The records:
_____
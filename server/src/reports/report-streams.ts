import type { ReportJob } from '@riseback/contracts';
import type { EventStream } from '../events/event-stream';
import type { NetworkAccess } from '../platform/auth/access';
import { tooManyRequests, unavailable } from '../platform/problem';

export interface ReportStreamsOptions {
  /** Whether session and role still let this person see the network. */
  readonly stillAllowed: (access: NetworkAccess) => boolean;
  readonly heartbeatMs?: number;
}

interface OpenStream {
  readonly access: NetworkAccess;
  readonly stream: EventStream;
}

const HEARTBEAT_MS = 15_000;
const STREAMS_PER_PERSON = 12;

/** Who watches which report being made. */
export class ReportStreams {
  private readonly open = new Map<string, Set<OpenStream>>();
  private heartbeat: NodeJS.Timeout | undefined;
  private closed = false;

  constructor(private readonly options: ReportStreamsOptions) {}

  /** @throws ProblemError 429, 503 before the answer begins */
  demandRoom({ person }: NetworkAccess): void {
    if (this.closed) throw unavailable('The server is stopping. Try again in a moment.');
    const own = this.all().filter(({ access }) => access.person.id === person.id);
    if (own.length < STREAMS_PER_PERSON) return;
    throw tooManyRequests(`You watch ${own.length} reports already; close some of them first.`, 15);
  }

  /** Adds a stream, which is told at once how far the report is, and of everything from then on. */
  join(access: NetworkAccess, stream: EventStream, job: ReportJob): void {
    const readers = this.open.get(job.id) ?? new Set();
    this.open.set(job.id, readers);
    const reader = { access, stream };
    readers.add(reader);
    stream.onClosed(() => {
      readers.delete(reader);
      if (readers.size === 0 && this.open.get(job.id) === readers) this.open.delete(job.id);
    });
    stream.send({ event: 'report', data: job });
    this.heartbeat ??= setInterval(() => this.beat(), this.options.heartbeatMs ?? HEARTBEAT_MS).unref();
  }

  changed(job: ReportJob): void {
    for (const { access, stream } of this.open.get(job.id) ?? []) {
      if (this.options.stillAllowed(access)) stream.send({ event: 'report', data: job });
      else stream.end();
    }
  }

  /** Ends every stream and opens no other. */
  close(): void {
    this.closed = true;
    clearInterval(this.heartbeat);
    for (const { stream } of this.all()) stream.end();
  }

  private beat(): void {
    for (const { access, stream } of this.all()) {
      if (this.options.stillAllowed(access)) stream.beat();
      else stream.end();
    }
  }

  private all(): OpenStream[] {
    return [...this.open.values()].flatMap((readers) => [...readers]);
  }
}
_____
Task goal:
What is wanted is the full set of entries above, reproduced exactly.

Exercise response:
filename server/src/reports/report-streams.ts
import type { ReportJob } from '@riseback/contracts';
import type { EventStream } from '../events/event-stream';
import type { NetworkAccess } from '../platform/auth/access';
import { tooManyRequests, unavailable } from '../platform/problem';

export interface ReportStreamsOptions {
  /** Whether session and role still let this person see the network. */
  readonly stillAllowed: (access: NetworkAccess) => boolean;
  readonly heartbeatMs?: number;
}

interface OpenStream {
  readonly access: NetworkAccess;
  readonly stream: EventStream;
}

const HEARTBEAT_MS = 15_000;
const STREAMS_PER_PERSON = 12;

/** Who watches which report being made. */
export class ReportStreams {
  private readonly open = new Map<string, Set<OpenStream>>();
  private heartbeat: NodeJS.Timeout | undefined;
  private closed = false;

  constructor(private readonly options: ReportStreamsOptions) {}

  /** @throws ProblemError 429, 503 before the answer begins */
  demandRoom({ person }: NetworkAccess): void {
    if (this.closed) throw unavailable('The server is stopping. Try again in a moment.');
    const own = this.all().filter(({ access }) => access.person.id === person.id);
    if (own.length < STREAMS_PER_PERSON) return;
    throw tooManyRequests(`You watch ${own.length} reports already; close some of them first.`, 15);
  }

  /** Adds a stream, which is told at once how far the report is, and of everything from then on. */
  join(access: NetworkAccess, stream: EventStream, job: ReportJob): void {
    const readers = this.open.get(job.id) ?? new Set();
    this.open.set(job.id, readers);
    const reader = { access, stream };
    readers.add(reader);
    stream.onClosed(() => {
      readers.delete(reader);
      if (readers.size === 0 && this.open.get(job.id) === readers) this.open.delete(job.id);
    });
    stream.send({ event: 'report', data: job });
    this.heartbeat ??= setInterval(() => this.beat(), this.options.heartbeatMs ?? HEARTBEAT_MS).unref();
  }

  changed(job: ReportJob): void {
    for (const { access, stream } of this.open.get(job.id) ?? []) {
      if (this.options.stillAllowed(access)) stream.send({ event: 'report', data: job });
      else stream.end();
    }
  }

  /** Ends every stream and opens no other. */
  close(): void {
    this.closed = true;
    clearInterval(this.heartbeat);
    for (const { stream } of this.all()) stream.end();
  }

  private beat(): void {
    for (const { access, stream } of this.all()) {
      if (this.options.stillAllowed(access)) stream.beat();
      else stream.end();
    }
  }

  private all(): OpenStream[] {
    return [...this.open.values()].flatMap((readers) => [...readers]);
  }
}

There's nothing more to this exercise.